Homals-clustering Analysis and its Applications in Computational Sequence Analysis
Advisor: Jan de Leeuw and Ker-Chau Li
Searching conserved sequence patterns of known cis-regulatory elements not only provides an initial step towards elucidating their structures and mechanisms, but also helps greatly the prediction of novel regulatory elements. However, due to some special properties of those elements, such as the lack of primary sequence similarity or allowance of variations in nucleotide bases, TRANSFAC and miRBase databases still rely on expert systems to perform the search manually.

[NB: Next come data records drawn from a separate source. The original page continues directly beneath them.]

class Logbook:
    """The lines of one sitting that were answered, in order."""

    def __init__(self) -> None:
        self.entries: list[Entry] = []
        self.next_number = 1
        self._lost: dict[int, str] = {}
        self._keys: dict[int, Key] = {}
        self._seen: set[Key] = set()
        self._values: dict[int, Value] = {}
        self._definitions: dict[int, str] = {}
        self._worlds: dict[tuple[SpaceValue, int], Scope] = {}

    # --- results --------------------------------------------------------------------------------

    def results(self) -> list[Entry]:
        """The lines that have a number."""
        return [entry for entry in self.entries if entry.number is not None]

    def last_answer(self) -> Entry | None:
        """The last line with an expression, a relation or a listing."""
        return next((entry for entry in reversed(self.entries) if entry.role == "answer"), None)

    def result(self, number: int | None, span: Span = (0, 0)) -> Entry:
        """The result of that number, or the last one.  Raises Refusal where there is none."""
        results = self.results()
        if number is None and results:
            return results[-1]
        for entry in results:
            if entry.number == number:
                return entry
        if number is None:
            raise Refusal(error("no-such-result", "there is no result yet that `that` could stand for", span))
        known = f"the results: {_ranges([entry.number or 0 for entry in results])}" if results else "there is none yet"
        raise Refusal(error("no-such-result", self._lost.get(number, f"there is no result {number}"), span, known))

    def expand(self, text: str, scope: Scope) -> Expanded:
        """The line with names for its references.  Raises Refusal where a reference does not hold."""
        refused = _DECLARES_THAT.match(text)
        if refused:
            raise Refusal(error("name-taken", "`that` is kept for results, and cannot be declared", refused.span(1)))
        pieces: list[str] = []
        edits: list[tuple[int, int, int, int]] = []
        borrowed: list[tuple[int, Key]] = []
        done = size = 0
        tex = is_tex(text)
        code = re.sub(r"#[^\n]*", lambda comment: " " * len(comment.group()), text)
        for found in THAT.finditer(code):
            digits = found.group(1) or found.group(2)
            entry = self.result(int(digits) if digits else None, found.span())
            number = entry.number or 0
            if entry.before.prime != scope.prime:
                words = (
                    f"result {number} was found at the prime {entry.before.prime}, and the prime is now {scope.prime}"
                )
                raise Refusal(error("no-such-result", words, found.span()))
            self._check_length(entry, found.span())
            if not self._still_holds(entry, scope):
                words = f"result {number} was found before the prime was changed, and what it is made of is gone"
                raise Refusal(error("no-such-result", words, found.span()))
            key = self._key(number, text, scope)
            name = spelling(key, tex)
            pieces += [text[done : found.start()], name]
            size += found.start() - done
            edits.append((*found.span(), size, size + len(name)))
            size += len(name)
            done = found.end()
            borrowed.append((number, key))
        return Expanded("".join([*pieces, text[done:]]), tuple(edits), tuple(dict.fromkeys(borrowed)))

    def _still_holds(self, entry: Entry, scope: Scope) -> bool:
        """Whether a script can still say a result: right behind it, or here if its canonical form reads as it did."""
        eras = self._eras()
        if eras[self.entries.index(entry)] == eras[-1]:
            return True
        return means_alike(self._definition(entry), entry.before, scope)

    def _check_length(self, entry: Entry, span: Span) -> None:
        length = len(self._definition(entry))
        if length > LONGEST:
            words = f"result {entry.number} is too long to be referred to: {length:,} characters"
            raise Refusal(error("long-statement", words, span, "name the line it came from with `let`"))

    def _key(self, number: int, text: str, scope: Scope) -> Key:
        """A name for a result that is used for nothing else, in no space that was chosen so far either."""

        def hidden(key: Key) -> bool:
            return any(each.class_of_space(key) for each in (scope, *self._worlds.values()))

        kept = self._keys.get(number)
        if kept is not None and kept not in scope.names and not hidden(kept):
            return kept
        for letter in _LETTERS:
            key = (letter, number, 0)
            if (
                key in scope.names
                or key in self._seen
                or re.search(rf"{letter}_\{{?{number}(?!\d)", text)
                or hidden(key)
            ):
                continue
            self._keys[number] = key
            return key
        raise Refusal(error("no-such-result", f"no name is left for result {number}", (0, 0)))

    def value(self, number: int) -> Value:
        """What a reference stands for, as the script's `let` line gives it."""
        found = self._values.get(number)
        if found is None:
            entry = self.result(number)
            found = self._values[number] = self._read(self._definition(entry), entry)
        return found

    def _read(self, text: str, entry: Entry) -> Value:
        """The value of an expression at the place of a line.  Raises Refusal."""
        scope = copy_of(entry.before)
        scope.names.update({key: self.value(of) for of, key in entry.borrowed})
        statement, diagnostics = parse(Source("input", text))
        if statement is None:
            raise Refusal(diagnostics[0])
        values = lowered(statement, scope, text)
        assert values is not None
        return values[0]

    def _definition(self, entry: Entry) -> str:
        """The expression that a reference to a result stands for: its canonical form where the classes in it are
        read at its place as those that they are, else the line itself."""
        number = entry.number or 0
        found = self._definitions.get(number)
        if found is None:
            assert entry.outcome is not None and entry.outcome.element is not None
            found = element_text(entry.outcome.element)
            if not self._reads_back(found, entry):
                found = _as_written(entry)
            self._definitions[number] = found
        return found

    def _reads_back(self, text: str, entry: Entry) -> bool:
        """Whether the canonical form tells a result; that of a 0 does not tell its degree, and a class may come
        from another space, which has a class of the same name."""
        element = entry.outcome and entry.outcome.element
        if not element or not element.terms:
            return False
        if not isinstance(element, ClassElement):
            return True
        classes = {generator.of for monomial, _ in element.terms for generator, _ in monomial}
        try:
            return classes == (self._read(text, entry).classes if classes else set())
        except Refusal:
            return False

    # --- keeping --------------------------------------------------------------------------------

    def keep(self, entry: Entry) -> None:
        """Take a line in; an expression gets a number, and so does a relation that leaves a difference."""
        outcome = entry.outcome
        if outcome is not None and outcome.element is not None:
            if not outcome.sides or outcome.element.terms:
                entry.number = self.next_number
                self.next_number += 1
        self._seen |= set(entry.before.names)
        if entry.before.space is not None:
            self._worlds[entry.before.space, entry.before.prime] = entry.before
        self.entries.append(entry)

    def undo(self) -> tuple[Entry, list[Entry]] | None:
        """Take back the last declaration, and those lines after it that rest on it; None where there is none."""
        at = next((k for k in reversed(range(len(self.entries))) if self.entries[k].role == "declaration"), None)
        if at is None:
            return None
        declaration, later = self.entries[at], self.entries[at + 1 :]
        before = declaration.before
        dropped: list[Entry] = []
        kept: list[Entry] = []
        gone: set[int] = set()
        for entry in later:
            if self._rests(entry, before, gone):
                dropped.append(entry)
                if entry.number is not None:
                    gone.add(entry.number)
                    self._lost[entry.number] = f"result {entry.number} was taken back by `undo`"
            else:
                entry.before = copy_of(before)
                kept.append(entry)
        for entry in later:
            self._values.pop(entry.number or 0, None)
            self._definitions.pop(entry.number or 0, None)
        self.entries[at:] = kept
        return declaration, dropped

    def _rests(self, entry: Entry, before: Scope, gone: set[int]) -> bool:
        if entry.role == "remark":
            return False
        if any(number in gone for number, _ in entry.borrowed):
            return True
        scopes = copy_of(entry.before), copy_of(before)
        for scope in scopes:
            scope.names.update({key: self.value(number) for number, key in entry.borrowed})
        return not reads_alike(entry.text, *scopes)

    # --- the script -----------------------------------------------------------------------------

    def script(self, head: list[str]) -> str:
        """The lines, and a `let` after each result that a later line refers to."""
        eras = self._eras()
        found = {entry.number: era for entry, era in zip(self.entries, eras) if entry.number is not None}
        after: set[tuple[int, Key]] = set()
        before: list[list[tuple[int, Key]]] = []
        said: set[tuple[int, int, Key]] = set()
        for entry, era in zip(self.entries, eras):
            before.append([])
            for number, key in entry.borrowed:
                if found[number] == era:
                    after.add((number, key))
                elif (era, number, key) not in said:
                    said.add((era, number, key))
                    before[-1].append((number, key))
        lines = list(head)
        for entry, borrowed in zip(self.entries, before):
            lines += [self._let(number, key) for number, key in borrowed]
            lines.append(entry.text)
            lines += [self._let(number, key) for number, key in sorted(after) if number == entry.number]
        return "\n".join(lines) + "\n"

    def _let(self, number: int, key: Key) -> str:
        return f"let {spelling(key)} = {self._definition(self.result(number))}"

    def _eras(self) -> list[int]:
        """How often the prime was changed before each line, and before the next one: each change drops the names."""
        eras = [0]
        for entry in self.entries:
            changed = entry.role == "declaration" and entry.outcome and entry.outcome.prime != entry.before.prime
            eras.append(eras[-1] + bool(changed))
        return eras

To tackle the challenge of automatically searching conserved sequence patterns, we developed a novel method, homals-clustering analysis, which clusters sequences based on the sharing of grouped N -mers (representing conserved patterns). Our proposed Homals-clustering analysis consolidates a decryption of N -mers, homogeneity analysis, and newly designed jigsaw-puzzle clustering and multi-layer clustering strategy into a unified framework. We conducted the evaluation of its performance on yeast data of TRANSFAC and human and mouse data in miRBase by comparing with several related studies and methods and the results showed that our method possess the property of detecting conserved patterns with high sensitivity and robustness. Most importantly, since it requires no expert intervention, it enables users without expert knowledge to exploit those databases on a up-to-date basis.